女王アウラ、デュランダル前議長、そしてラクスの母親。その3人が仲睦まじく写る一枚の写真は、それぞれの関係を知るには十分であった。そしてさらに、シンはその写真が置かれていた周囲を探索する。

「ヒルダさん……!これ、全部ラクスさんの母親の私物みたいで……」
「この辺りに散らばっているものが……全部……んっ……?」

真実ではなくとも、核心に迫りつつあったシンとヒルダ。そして彼女は、物が散乱した中に刻まれるように書かれた一文を見つける。

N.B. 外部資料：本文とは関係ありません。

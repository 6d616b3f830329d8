/**
 * `npm test`: types, lint, unit and database tests, the production build and browser tests against it, all counted on
 * the last line. `npm test -- static`, `unit` or `browser` does a part; what follows goes to the part's runner, for
 * example `npm test -- unit tests/engine`.
 *
 * Everything happens in a temporary folder, with a database server of its own, and none of it is left behind.
 */
import { chmodSync, mkdirSync, mkdtempSync } from "node:fs";
import { tmpdir } from "node:os";
import { join } from "node:path";
import { runBrowserTests } from "./browser-tests.mjs";
import { Checks } from "./checks.mjs";
import { runCommand } from "./command.mjs";
import { ensureDependencies } from "./dependencies.mjs";
import { holdLock } from "./lock.mjs";
import { checkNodeVersion } from "./node-version.mjs";
import { isRoot } from "./project.mjs";
import { Sentence, printFailure } from "./sentence.mjs";
import { runStaticChecks } from "./static-checks.mjs";
import { startTestDatabase } from "./test-database.mjs";
import { runUnitTests } from "./unit-tests.mjs";

const parts = ["static", "unit", "browser"];

/** What must hold before anything is done. */
async function check() {
  checkNodeVersion();
  const [part, ...filters] = process.argv.slice(2);
  if (part !== undefined && !parts.includes(part))
    throw new Sentence(`There is no part "${part}" of the tests; the parts are ${parts.join(", ")}.`);
  const holder = await holdLock("test", () => `process ${process.pid}`);
  if (holder) throw new Sentence(`The tests already run from this folder (${holder}); wait for them, or stop them.`);
  return { filters, wanted: part === undefined ? parts : [part] };
}

/**
 * A temporary folder that the account which runs the database server may pass through. Root's own may be closed to it.
 *
 * @returns {string}
 */
function makeTemporaryFolder() {
  const folder = mkdtempSync(join(isRoot ? "/tmp" : tmpdir(), "planeward-test-"));
  chmodSync(folder, isRoot ? 0o711 : 0o700);
  return folder;
}

/**
 * The environment for tests: no settings for another database, server or mode, and temporary files where they go away.
 *
 * @param {string} temporaryFiles
 * @returns {NodeJS.ProcessEnv}
 */
function testEnvironment(temporaryFiles) {
  mkdirSync(temporaryFiles);
  const others = [
    "DATABASE_URL",
    "DATABASE_OWNER_URL",
    "DEMO_ACCOUNTS_FILE",
    "HOST",
    "NODE_ENV",
    "PORT",
    "SECRET_KEY",
    "TRUSTED_PROXIES",
    "WEBHOOK_HTTP",
    "WEBHOOK_NETWORKS",
  ];
  const kept = Object.entries(process.env).filter(([name]) => !others.includes(name));
  return { ...Object.fromEntries(kept), TMPDIR: temporaryFiles };
}

/**
 * @param {Checks} checks
 * @param {{ folder: string, filters: string[], wanted: string[] }} options
 */
async function runParts(checks, { folder, filters, wanted }) {
  if (wanted.includes("static")) await runStaticChecks(checks);
  if (!wanted.includes("unit") && !wanted.includes("browser")) return;
  const database = await checks.need("database", () => startTestDatabase(checks, folder));
  if (wanted.includes("unit")) await runUnitTests(checks, { folder, database, filters });
  if (wanted.includes("browser")) await runBrowserTests(checks, { folder, database, filters });
}

try {
  const options = await check();
  const folder = makeTemporaryFolder();
  await runCommand(join(folder, "run.json"), async (keeper) => {
    keeper.removeAtEnd(folder);
    const checks = new Checks(keeper, testEnvironment(join(folder, "tmp")));
    const isInstalled = await checks.need("packages", () => ensureDependencies(keeper).then(() => true));
    if (isInstalled) await runParts(checks, { ...options, folder });
    checks.print();
    return checks.sum().failed ? 1 : 0;
  });
} catch (error) {
  printFailure(error);
  process.exitCode = 1;
}
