import { useId, type ReactNode } from "react";
import { Form, useSearchParams } from "react-router";
import { SavedFilters } from "./SavedFilters.tsx";

interface Filter {
  name: string;
  label: string;
  options: { value: string; label: string }[];
}

/** Search and filters of a list, a form that puts them into the address, and those that its reader has kept. */
export function ListHead({ what, filters = [], children }: { what: string; filters?: Filter[]; children?: ReactNode }) {
  const [search] = useSearchParams();
  const id = useId();
  return (
    <div className="screen-only mb-4 space-y-2">
      <Form method="get" role="search" className="flex flex-wrap items-end gap-3" key={search.toString()}>
        <div className="field w-64">
          <label htmlFor={id}>Search {what}</label>
          <input id={id} type="search" name="q" defaultValue={search.get("q") ?? ""} />
        </div>
        {filters.map(({ name, label, options }) => (
          <div className="field" key={name}>
            <label htmlFor={`${id}-${name}`}>{label}</label>
            <select id={`${id}-${name}`} name={name} defaultValue={search.get(name) ?? ""}>
              <option value="">Any</option>
              {options.map((option) => (
                <option key={option.value} value={option.value}>
                  {option.label}
                </option>
              ))}
            </select>
          </div>
        ))}
        {search.get("sort") && <input type="hidden" name="sort" value={search.get("sort") ?? ""} />}
        <button type="submit" className="btn">
          Show
        </button>
        {children}
      </Form>
      <SavedFilters />
    </div>
  );
}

「掠れていて読みづらいね……んぅぅ?自由を……えーっと……」

そうしてヒルダが殴り書きの一文を読もうとした矢先、2機のジンから通信が入る。

『ヒルダ隊長!ミレニアムから緊急の帰投命令です!』
「なにっ……!?まさか、私たちの行動に反応したどこかの連中が……!」
『えぇぇっ!?な、何よ……ただのコロニー調査じゃなかったのぉっ!?』

ルナマリアが冷静にヒルダに艦からの命令を伝える一方、コックピット内で狼狽える声を上げるアグネス。ヒルダはすぐにシンに顔を向けると、緊張感に満ちた声で命令を下す。

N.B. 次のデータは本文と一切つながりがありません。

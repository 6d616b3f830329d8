import {
  chownSync,
  existsSync,
  mkdirSync,
  openSync,
  closeSync,
  readFileSync,
  realpathSync,
  renameSync,
  rmSync,
  writeFileSync,
} from "node:fs";
import { join } from "node:path";
import { hasEnded } from "./keeper.mjs";
import { freePort, loopback } from "./ports.mjs";
import { isAlive, processesIn, signalProcess, waitUntil } from "./processes.mjs";
import { lastLinesOf } from "./logs.mjs";
import { Sentence, Stopped } from "./sentence.mjs";

/**
 * @typedef {object} ClusterPlan
 * @property {import("./postgres-programs.mjs").PostgresPrograms} programs
 * @property {string} dataFolder made when it does not exist
 * @property {import("./postgres-account.mjs").Account} account whom the server runs as
 * @property {string} logFile
 * @property {string} administratorPassword
 * @property {boolean} durable whether what is committed must survive a power cut
 */

export const administrator = "planeward_admin";

/** Fast shutdown first, which ends sessions and writes everything; then an immediate one, from which it recovers. */
const stopSignals = /** @type {[NodeJS.Signals, number][]} */ ([
  ["SIGINT", 20_000],
  ["SIGQUIT", 5_000],
  ["SIGKILL", 5_000],
]);

/** Longest time for a server to begin to answer; replaying its journal after a crash may take a while. */
const startTime = 120_000;

/**
 * The environment for PostgreSQL's programs, without the settings of another server that the caller may have.
 *
 * @param {NodeJS.ProcessEnv} [more]
 */
export function postgresEnvironment(more = {}) {
  const kept = Object.entries(process.env).filter(([name]) => !/^(PG|LC_)/.test(name));
  return { ...Object.fromEntries(kept), LANG: "C.UTF-8", LC_ALL: "C.UTF-8", ...more };
}

/**
 * The version that a cluster's data were made with.
 *
 * @param {string} dataFolder
 * @returns {number | undefined} undefined when there is no cluster
 */
export function clusterMajor(dataFolder) {
  const file = join(dataFolder, "PG_VERSION");
  return existsSync(file) ? Number.parseInt(readFileSync(file, "utf8"), 10) : undefined;
}

/**
 * Makes a cluster; under another name first, so that one cut short is never taken for a whole one.
 *
 * @param {import("./keeper.mjs").Keeper} keeper
 * @param {ClusterPlan} plan
 */
async function createCluster(keeper, plan) {
  console.log("Setting up the database…");
  const unfinished = `${plan.dataFolder}.new`;
  const passwordFile = `${plan.dataFolder}.password`;
  rmSync(unfinished, { recursive: true, force: true });
  rmSync(passwordFile, { force: true });
  mkdirSync(unfinished, { mode: 0o700 });
  writeFileSync(passwordFile, plan.administratorPassword, { mode: 0o600 });
  for (const path of [unfinished, passwordFile]) if (plan.account) chownSync(path, plan.account.uid, plan.account.gid);
  try {
    await keeper.run(
      join(plan.programs.folder, "initdb"),
      [
        `--pgdata=${unfinished}`,
        `--username=${administrator}`,
        `--pwfile=${passwordFile}`,
        "--auth=scram-sha-256",
        "--encoding=UTF8",
        "--locale=C.UTF-8",
        ...(plan.durable ? [] : ["--no-sync"]),
      ],
      {
        cwd: "/",
        env: postgresEnvironment(),
        account: plan.account,
        failure: "The database could not be set up: initdb failed.",
      },
    );
  } finally {
    rmSync(passwordFile, { force: true });
  }
  renameSync(unfinished, plan.dataFolder);
}

/**
 * Stops what an earlier run, killed together with everything that could have cleaned up after it, left running on this
 * cluster, and takes away a lock file that names a process which is none of it.
 *
 * @param {string} dataFolder
 */
async function stopLeftovers(dataFolder) {
  // PostgreSQL's processes all work in the cluster's folder; the server is the one whose parent does not.
  const find = () => processesIn(realpathSync(dataFolder), "postgres");
  const found = find();
  const server = found.find(({ parent }) => !found.some(({ pid }) => pid === parent));
  const gone = () => find().length === 0;
  if (server) {
    for (const [signal, patience] of stopSignals) {
      if (isAlive(server)) signalProcess(server.pid, signal);
      if (await waitUntil(gone, patience)) break;
    }
  }
  if (!gone())
    throw new Sentence(`Processes of an earlier run still use the database in ${dataFolder}, and do not stop.`);
  // PostgreSQL takes its lock file for valid as long as any process has the number in it, be it a later one or a zombie.
  const lockFile = join(dataFolder, "postmaster.pid");
  const named = existsSync(lockFile) ? Number.parseInt(readFileSync(lockFile, "utf8"), 10) : Number.NaN;
  if (existsSync(`/proc/${named}`)) rmSync(lockFile);
}

/**
 * Whether a server says that it takes connections: the eighth line of its lock file.
 *
 * @param {string} dataFolder
 * @param {number | undefined} pid
 */
function isReady(dataFolder, pid) {
  try {
    const lines = readFileSync(join(dataFolder, "postmaster.pid"), "utf8").split("\n");
    return Number(lines[0]) === pid && lines[7]?.trim() === "ready";
  } catch {
    return false;
  }
}

/**
 * Starts a cluster on a free port of the loopback address and waits until it answers. Makes it when there is none.
 *
 * @param {import("./keeper.mjs").Keeper} keeper
 * @param {ClusterPlan} plan
 * @returns {Promise<{ port: number, server: import("node:child_process").ChildProcess }>}
 */
export async function startCluster(keeper, plan) {
  if (existsSync(plan.dataFolder)) await stopLeftovers(plan.dataFolder);
  else await createCluster(keeper, plan);

  const notDurable = ["fsync=off", "synchronous_commit=off", "full_page_writes=off"];
  const settings = [
    `listen_addresses=${loopback}`,
    "unix_socket_directories=",
    "timezone=UTC",
    "log_timezone=UTC",
    ...(plan.durable ? [] : notDurable),
  ];
  // Between finding a free port and using it, somebody else may take it.
  for (let attempt = 1; ; attempt += 1) {
    const port = await freePort();
    const log = openSync(plan.logFile, "a", 0o600);
    const server = keeper.start(
      join(plan.programs.folder, "postgres"),
      ["-D", plan.dataFolder, ...[...settings, `port=${port}`].flatMap((setting) => ["-c", setting])],
      {
        cwd: "/",
        env: postgresEnvironment(),
        account: plan.account,
        stdio: ["ignore", log, log],
        alone: true,
        stop: stopSignals,
      },
    );
    closeSync(log);
    await waitUntil(() => isReady(plan.dataFolder, server.pid) || hasEnded(server), startTime);
    if (keeper.stopping) throw new Stopped();
    if (isReady(plan.dataFolder, server.pid) && !hasEnded(server)) return { port, server };
    const lastLines = lastLinesOf(plan.logFile);
    if (attempt === 3 || !/could not create any TCP\/IP sockets/.test(lastLines))
      throw new Sentence(`The database did not start; its log is ${plan.logFile}.`, lastLines);
  }
}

「調査は一時中断!シンはルナマリアと共に帰投、私もアグネスと急ぎミレニアムに帰還する!」
「了解!ルナ、ハッチを開けてくれ!」
「ほらアグネスっ!あんたもボーっとしてないでコックピット開けな!」
『あぁぁっ!は、はいっ、ただいまっ!』

両人は速やかに各々が乗ってきた機体へと戻り、周囲に被害が出ないよう慎重に研究所の建屋から離脱をする。そして、ヒルダは通信機越しにシンとルナマリアへと声を上げる。

「全員気を引き締めな。この端的かつ急ぎの帰投命令……間違いなく、荒事が待っているよ……!」

詳細は把握出来ていなかったものの、決して安穏としていられる状況ではないことだけは理解出来た。そして各員は、戦士の顔付きとなってミレニアムへと戻るのであった。